Twitter kills bubble letter logotype, replaces it with new ‘Twitter bird’ logo - flexeble
http://thenextweb.com/twitter/2012/06/06/twitter-changes-its-logo-to-a-simplified-twitterbird-crafted-out-of-overlapping-circles/?utm_source=HackerNews&utm_medium=share%2Bbutton&utm_content=Twitter%20kills%20bubble%20letter%20logotype%2C%20replaces%20it%20with%20new%20%E2%80%98Twitter%20bird%E2%80%99%20logo&utm_campaign=social%2Bmedia
======
citricsquid
It's an interesting move, my concern would be that Twitter is talked about
enough by name that people _know_ the name but might not necessarily use the
site and will no longer make a connection when they see Twitter online
(outside of Twitter.com) because it's a logo that doesn't represent the name.

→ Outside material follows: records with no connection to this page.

def test_what_the_software_moved_beside_what_is_asked_stands_there_too() -> None:
    """Another result and the state of a limit, as an older software would have recorded them."""
    side = load_side("calcs/wc-101.yaml", ROOT, ROOT / "output")
    assert side.results is not None and compare(side, side).software_checks == ()
    results = json.loads(json.dumps(side.results))
    check = results["checks"][0]
    assert check["state"] == "within"
    check["state"] = "outside"
    results["results"]["UA_service"]["value"] *= 1.1
    comparison = compare(replace(side, results=results), side)
    assert [part.name for part in comparison.software if part.software] == ["UA_service"]
    (moved,) = comparison.software_checks
    assert (moved.what, moved.was, moved.now) == (check["id"], "outside", "within")
    page = markdown(comparison_blocks(comparison))
    told = "with this software 1 limit of the old revision is in another state than recorded"
    assert told in markdown(short_blocks(comparison))
    assert f"| {check['id']} |" in page.partition("## The software's part")[2]
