"""The next revision: its name by the book's scheme, and the smallest edit of the file."""

from __future__ import annotations

import difflib
from collections.abc import Callable
from pathlib import Path

import pytest
from hypothesis import given
from hypothesis import strategies as st
from signed_book import BOOK, CALCULATION, change, day, make_book, sign_all, sign_prepared, work_of

from calcbook.faults import Faults
from calcbook.revisions.issuing import issue
from calcbook.revisions.lifecycle import lifecycle_of
from calcbook.revisions.revising import next_revision, revise
from calcbook.revisions.signing import declare_void
from calcbook.seals import revision_order

LINE = "  - {revision: B, date: 2026-11-20, reason: to be written}"


def codes(call: Callable[[], object]) -> list[str]:
    with pytest.raises(Faults) as caught:
        call()
    return [fault.code for fault in caught.value.faults]


def revised(path: Path, numbers: bool = False) -> tuple[str, str]:
    found = revise(path, path.name, path.parent.parent / "output", day("2026-11-20"), numbers)
    return found.was, found.now


def edits(before: str, after: str) -> list[str]:
    """The lines that an edit took away and put in."""
    lines = difflib.ndiff(before.split("\n"), after.split("\n"))
    return [line for line in lines if line[:2] in ("- ", "+ ")]


@pytest.mark.parametrize(
    ("revision", "scheme", "numbers", "following"),
    [
        ("A", "letters", False, "B"),
        ("Z", "letters", False, "AA"),
        ("AZ", "letters", False, "BA"),
        ("b", "letters", False, "c"),
        ("A", "letters", True, "B"),
        ("0", "numbers", False, "1"),
        ("9", "numbers", False, "10"),
        ("09", "numbers", False, "10"),
        ("A", "letters then numbers", False, "B"),
        ("C", "letters then numbers", True, "0"),
        ("0", "letters then numbers", False, "1"),
        ("1", "letters then numbers", True, "2"),
    ],
)
def test_the_next_revision_by_the_scheme(revision: str, scheme: str, numbers: bool, following: str) -> None:
    assert next_revision(revision, scheme, numbers) == following


@pytest.mark.parametrize(
    ("revision", "scheme"), [("1", "letters"), ("A", "numbers"), ("P01", "letters then numbers")]
)
def test_a_revision_outside_the_scheme_is_refused(revision: str, scheme: str) -> None:
    assert codes(lambda: next_revision(revision, scheme)) == ["revision-scheme"]


@given(st.text("ABCXYZ", min_size=1, max_size=2) | st.integers(0, 9999).map(str))
def test_the_next_revision_comes_right_after(revision: str) -> None:
    following = next_revision(revision, "letters then numbers")
    assert revision_order(revision) < revision_order(following)


def test_three_lines_change_and_every_comment_stays(tmp_path: Path) -> None:
    path = make_book(tmp_path)
    assert revised(path) == ("A", "B")
    assert edits(CALCULATION, path.read_text(encoding="utf-8")) == [
        "-   revision: A",
        "+   revision: B",
        "-   date: 2026-09-02",
        "+   date: 2026-11-20",
        f"+ {LINE}",
    ]


LAYOUTS = {
    "quotes": ("revision: A\n  prepared", 'revision: "A"   # quoted\n  prepared'),
    "block lines": (
        "  - {revision: A, date: 2026-09-02, reason: First issue}   # the first\n",
        "  # the history\n  - revision: A\n    date: 2026-09-02\n    reason: First issue   # the first\n\n"
        "# --- what follows ---\n",
    ),
    "no indent": (
        "  - {revision: A, date: 2026-09-02, reason: First issue}   # the first\n",
        "- {revision: A, date: 2026-09-02, reason: First issue}\n",
    ),
    "brackets": (
        "revisions:\n  - {revision: A, date: 2026-09-02, reason: First issue}   # the first\n",
        "revisions: [{revision: A, date: 2026-09-02, reason: First issue}]  # [all]\n",
    ),
    "brackets over lines": (
        "revisions:\n  - {revision: A, date: 2026-09-02, reason: First issue}   # the first\n",
        "revisions: [\n  {revision: A, date: 2026-09-02, reason: First issue},\n  ]\n",
    ),
    "no history": (
        "revisions:\n  - {revision: A, date: 2026-09-02, reason: First issue}   # the first\n\n",
        "",
    ),
    "head in braces": (
        CALCULATION[CALCULATION.index("calculation:") : CALCULATION.index("purpose:")],
        "calculation: {number: WC-101, title: Cooler, plant: Larkmoor Works, revision: A,\n"
        "  prepared by: K. L., date: '2026-09-02'}\n\n",
    ),
    "history last": (
        CALCULATION[CALCULATION.index("revisions:") :],
        CALCULATION[CALCULATION.index("givens:") :]
        + "revisions:\n  - {revision: A, date: 2026-09-02, reason: First issue}",
    ),
}


@pytest.mark.parametrize("layout", LAYOUTS)
@pytest.mark.parametrize("end", ["\n", "\r\n"])
@pytest.mark.parametrize("mark", ["", "\ufeff"])
def test_any_layout_is_edited_or_left_alone(tmp_path: Path, layout: str, end: str, mark: str) -> None:
    old, new = LAYOUTS[layout]
    assert CALCULATION.count(old) == 1
    before = mark + CALCULATION.replace(old, new)
    path = make_book(tmp_path)
    path.write_bytes(before.replace("\n", end).encode("utf-8"))
    revised(path)
    after = path.read_bytes().decode("utf-8")
    assert after.count(end) == after.count("\n")
    assert after.startswith(mark)
    calculation = work_of(path).solved.chain.calculation
    assert (calculation.revision, calculation.date) == ("B", "2026-11-20")
    assert [(item.revision, item.reason) for item in calculation.revisions][-1] == ("B", "to be written")
    kept = [line for line in edits(before.replace("\n", end), after) if line.startswith("- ")]
    assert len(kept) <= 3
    for comment in (
        "# A cooler of the closed water loop.",
        "# quoted",
        "# the first",
        "# the history",
        "# [all]",
    ):
        assert (comment in before) == (comment in after)


def test_a_layout_that_cannot_be_edited_safely_is_left_as_it_is(tmp_path: Path) -> None:
    path = make_book(tmp_path, CALCULATION.replace("  revision: A\n", "  revision: >\n    A\n"))
    before = path.read_bytes()
    assert codes(lambda: revised(path)) == ["revise-by-hand"]
    assert path.read_bytes() == before


def test_the_reason_must_be_written_before_the_next_begins_and_before_an_issue(tmp_path: Path) -> None:
    path = make_book(tmp_path)
    revised(path)
    assert codes(lambda: revised(path)) == ["revision-begun"]
    work = work_of(path)
    assert [item.text for item in lifecycle_of(path, work.solved, work.output).open_items] == [
        "The reason of revision B is to be written."
    ]


def test_a_book_with_letters_then_numbers_goes_over_after_a_final_issue(tmp_path: Path) -> None:
    path = make_book(tmp_path, book=BOOK.replace("revisions: letters", "revisions: letters then numbers"))
    sign_prepared(path)
    issue(work_of(path), day("2026-09-05"), preliminary=True)
    assert revised(path) == ("A", "B")
    change(path, "reason: to be written", "reason: Checked")
    path.write_text(path.read_text(encoding="utf-8").replace("2026-11-20", "2026-09-06"), encoding="utf-8")
    change_dates_and_sign(path)
    issue(work_of(path), day("2026-09-10"))
    assert revised(path) == ("B", "0")


def change_dates_and_sign(path: Path) -> None:
    from signed_book import fill

    from calcbook.revisions.signing import sign

    sign_prepared(path, "2026-09-06")
    form = sign(work_of(path), "checked", "mr", day("2026-09-07")).path
    fill(form)
    sign(work_of(path), "checked", "mr", day("2026-09-07"))
    sign(work_of(path), "approved", "ta", day("2026-09-08"))


def test_numbers_can_be_begun_by_hand(tmp_path: Path) -> None:
    path = make_book(tmp_path, book=BOOK.replace("revisions: letters", "revisions: letters then numbers"))
    assert revised(path, numbers=True) == ("A", "0")


def test_an_older_file_does_not_take_an_issued_revision_again(tmp_path: Path) -> None:
    path = make_book(tmp_path)
    sign_all(path)
    issue(work_of(path), day("2026-09-05"))
    revised(path)
    change(path, "reason: to be written", "reason: Allowance raised")
    sign_prepared(path, "2026-11-20")
    issue(work_of(path), day("2026-11-21"), preliminary=True)
    path.write_text(CALCULATION, encoding="utf-8")
    assert revised(path) == ("A", "C")


def test_a_revision_is_not_older_than_the_file(tmp_path: Path) -> None:
    path = make_book(tmp_path)
    assert codes(lambda: revise(path, path.name, tmp_path, day("2026-09-01"))) == ["date-order"]


def test_a_void_calculation_has_no_next_revision(tmp_path: Path) -> None:
    path = make_book(tmp_path)
    declare_void(work_of(path), "ta", day("2026-09-06"), "The cooler is replaced, see WC-201.")
    assert codes(lambda: revised(path)) == ["calculation-void"]


def test_a_missing_file_is_a_fault(tmp_path: Path) -> None:
    path = make_book(tmp_path).with_name("wc-102.yaml")
    assert codes(lambda: revised(path)) == ["file-not-found"]
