def _check_identity(fields: Fields, solved: Solved, role: str, person: str, collector: Collector) -> None:
    node = fields.node("form")
    if node is None:
        return
    head = read_mapping(node, IDENTITY, collector, node.place)
    calculation = solved.chain.calculation
    wanted = {"number": calculation.number, "revision": calculation.revision, "role": role, "person": person}
    for name, text in wanted.items():
        if name in head and head.text(name) != text:
            collector.add(
                "form-of-another",
                head.place_of(name),
                f"the form is for another {name}",
                found=shown(head.text(name)),
                expected=text,
            )
            return
    if "digest" in head and head.text("digest") != digest_of(solved).whole:
        collector.add(
            "form-stale",
            head.place_of("digest"),
            "the calculation has changed since the form was written",
            expected="a new form: move this one away, sign again, and copy what still holds",
        )


def _way(fields: Fields, collector: Collector) -> tuple[str, str]:
    way, other = fields.text("way of checking"), fields.text("checked with")
    if way not in WAYS:
        collector.add(
            "way-unknown",
            fields.place_of("way of checking"),
            "this is no way of checking",
            found=shown(way),
            expected=" | ".join(WAYS),
        )
    elif way != REVIEW and (is_empty(other) or not words_of(other)):
        collector.add(
            "answer-empty",
            fields.place_of("checked with"),
            f"`{way}` names what it was checked with",
            expected="number and revision of a calculation, or a document",
        )
    return way, other


def _items(fields: Fields, key: str, description: Description, collector: Collector) -> list[Fields]:
    node = fields.node(key)
    items: Sequence[Node] = node.items if isinstance(node, SequenceNode) else ()
    return [read_mapping(item, description, collector, item.place) for item in items]


def _answers(
    fields: Fields, questions: Iterable[tuple[str, str]], known: Citable, collector: Collector
) -> tuple[Answer, ...]:
    found = {item.text("number"): item for item in _items(fields, "questions", QUESTION, collector)}
    answers = []
    for number, question in questions:
        item = found.get(number)
        if item is None:
            collector.add(
                "question-missing",
                fields.place_of("questions"),
                f"question {number} is missing",
                expected=question,
            )
            continue
        answer = item.text("answer")
        fault = answer_fault(answer, known)
        if fault:
            code, message, expected = fault
            collector.add(
                code,
                item.place_of("answer"),
                f"the answer to question {number} {message}",
                found=shown(answer),
                expected=expected,
            )
        answers.append(Answer(number, question, answer))
    return tuple(answers)


def _acknowledged(
    fields: Fields, assumptions: Iterable[RunnerAssumption], collector: Collector
) -> tuple[Acknowledged, ...]:
    items = _items(fields, "assumptions", ASSUMPTION, collector)
    found = {(item.text("id"), item.text("text")): item for item in items}
    result = []
    for assumption in assumptions:
        item = found.get((assumption.id, assumption.text))
        words = item.text("acknowledged") if item is not None else ""
        if words.casefold() != ACKNOWLEDGED and len(own_words(words)) < FEWEST_WORDS:
            place = item.place_of("acknowledged") if item is not None else fields.place_of("assumptions")
            collector.add(
                "assumption-not-acknowledged",
                place,
                f"the assumption {assumption.id} is not acknowledged",
                found=shown(words),
                expected=f"`{ACKNOWLEDGED}`, or a sentence, beside: {assumption.text}",
            )
        result.append(Acknowledged(assumption.id, assumption.text, words))
    return tuple(result)


# --- what an answer must be -------------------------------------------------------------------------


@dataclass(frozen=True, slots=True)
class Citable:
    """What a record has that an answer can cite: ids, symbols, and figures as they are printed."""

    ids: frozenset[str]
    symbols: frozenset[str]
    figures: frozenset[str]
    with_units: frozenset[str]


_THIN = re.compile(r"(?<=\d)[\u202f\u2009](?=\d{3}(?!\d))")
_GROUPED = re.compile(r"(?<=\d)[\u202f\u2009\u00a0 ](?=\d{3}(?!\d))")
_DATE = re.compile(r"\b\d{4}-\d{2}-\d{2}\b")
_DIGEST = re.compile(r"\b[0-9a-f]{12,64}\b")
_FIGURE = re.compile(r"(?<![\w.^-])-?\d+(?:\.\d+)?(?:e-?\d+)?(?![\w])(?!\.\d)")
_WITH_UNIT = re.compile(r"(?<![\w.^-])(-?\d+(?:\.\d+)?(?:e-?\d+)?) ?(%|°C|°F|[A-Za-zµμ][\w/·()^²³⁻¹]*)")


def citable(solved: Solved, record: str) -> Citable:
    """What can be cited of a record."""
    ids = {
        row.step.id
        for case in solved.cases
        for row in (*(row for term in case.chains for row in term.rows), *case.circuit)
    }
    ids |= {check.id for case in solved.cases for check in case.checks}
    ids |= {item.id for item in runner_assumptions(solved)}
    calculation = solved.chain.calculation
    symbols = {*calculation.givens, *calculation.derived, *(item.id for item in calculation.assumptions)}
    symbols |= {written_name(name) for name in symbols}
    text = _plain_figures(record.replace("\\", ""), _THIN)
    return Citable(
        frozenset(_loose(name) for name in ids),
        frozenset(symbols),
        frozenset(_FIGURE.findall(text)),
        frozenset(f"{number} {unit}" for number, unit in _WITH_UNIT.findall(text)),
    )


def _plain_figures(text: str, groups: re.Pattern[str]) -> str:
    plain = groups.sub("", text).replace("\u2212", "-").replace("\u00a0", " ").replace("\u202f", " ")
    return _DIGEST.sub(" ", _DATE.sub(" ", plain))


def _loose(name: str) -> str:
    return re.sub(r"\s*/\s*", "/", " ".join(name.split()))


def answer_fault(answer: str, known: Citable) -> tuple[str, str, str] | None:
    """Code, message and what is expected of an answer that cannot be taken; None for one that can."""
    text = unicodedata.normalize("NFC", answer)
    if not text.strip():
        return "answer-empty", "is empty", "a sentence that cites a step, a given or a figure of the record"
    if len(own_words(text)) < FEWEST_WORDS:
        return "answer-bare", "is a bare tick or a remark", "a sentence that another engineer can follow"
    if not cites(text, known):
        return (
            "answer-cites-nothing",
            "cites nothing that the record has",
            "the id of a step, the symbol of a given, or a figure as it is printed",
        )
    return None


def words_of(text: str) -> list[str]:
    """The words of a text: runs of letters."""
    return re.findall(r"[^\W\d_]+", text)


def own_words(text: str) -> list[str]:
    """The different words of a text of more than one letter that are no ticks."""
    words = dict.fromkeys(word.casefold() for word in words_of(text) if len(word) > 1)
    return [word for word in words if word not in TICKS]


def cites(answer: str, known: Citable) -> bool:
    """Whether an answer names an id or a symbol of the record, or a figure that is printed in it."""
    loose = _loose(answer)
    if any(_stands_in(name, loose) for name in known.ids):
        return True
    for symbol in known.symbols:
        pattern = rf"(?<!\w){re.escape(symbol)}(?!\w)"
        marked = rf"`{re.escape(symbol)}`|(?<!\w){re.escape(symbol)} ?="
        if re.search(marked if symbol in WORD_SYMBOLS else pattern, answer):
            return True
    text = _plain_figures(answer, _GROUPED)
    figures = {figure for figure in _FIGURE.findall(text) if sum(map(str.isdigit, figure)) >= FEWEST_FIGURES}
    with_units = {f"{number} {unit}" for number, unit in _WITH_UNIT.findall(text)}
    return bool(figures & known.figures or with_units & known.with_units)


def _stands_in(name: str, text: str) -> bool:
    place = text.find(name)
    while place >= 0:
        before, after = text[place - 1 : place], text[place + len(name) : place + len(name) + 1]
        if not before.isalnum() and not after.isalnum():
            return "/" in name
        place = text.find(name, place + 1)
    return False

For example if someone watches CNN and they hear Twitter mentioned they might
not think "that's something I should check out" but then if they're browsing
their favourite bands website and see "Find us on Twitter!" they might think
"I heard about this on TV _and_ my favourite band uses it, I should check it
out!". With the logo not representing the name they remove the possibility of
this happening. Maybe it's an inconsequential amount of users but there are
multiple products and brands I've heard about but not been compelled to check
out until I saw them mentioned somewhere else.

------
dlokshin
The twitter bird doesn't actually apear that much on the site, mobile app,
etc. I barely even tie it to the brand, and it doesn't feel like twitter does
either[1].

Compare that to Octocat and GitHub. Octocat is everywhere; I feel like the
logo, dressing it up, referring to it is more a part of github than the doodle
is part of Google.

[1] On the login screen the new bird is small and in the upper left hand
corner. Once you log in, it's inset black on black and I actually had to look
for it to find it.

------
ROFISH
Two issues:

* No typeface is interesting, but, logo-only does not lend itself to "super-wide formats", such as 200x100 banners.

* The bill and wings are detailed at high-res, and become muddled at lower resolutions.

------
lbotos
I thought it was interesting that it doesn't look the the favicon was updated.

I think it needs to be reworked for small sizes. It beak and wings look very
fuzzy at "normal" desktop resolutions on my Macbook.

------
taylorlapeyre
Seems like a step in the right direction. The old logo was very "Web 2.0" and
quite an eyesore, even though they have been moving away from it for a while
now. The new logo looks great.

------
aristus
Keep arty and put a bird on it!

------
benguild
The new Twitter logo looks like a bird having an orgasm.

------
dreamdu5t
The new one lacks personality because it's entirely made of overlapping
geometric forms. It's not as cute.

Really disappointed with this.

------
hk_kh
Almost completely OT:

It's been a while since I did not enter twitter's landing page.

Why is there an ugly brown background, or the too-much-intense-that-hurts
blue?

The pictures, I understand, they tell a story. But the background color has no
excuse. There should exist a more pleasant tone.

Is it just me?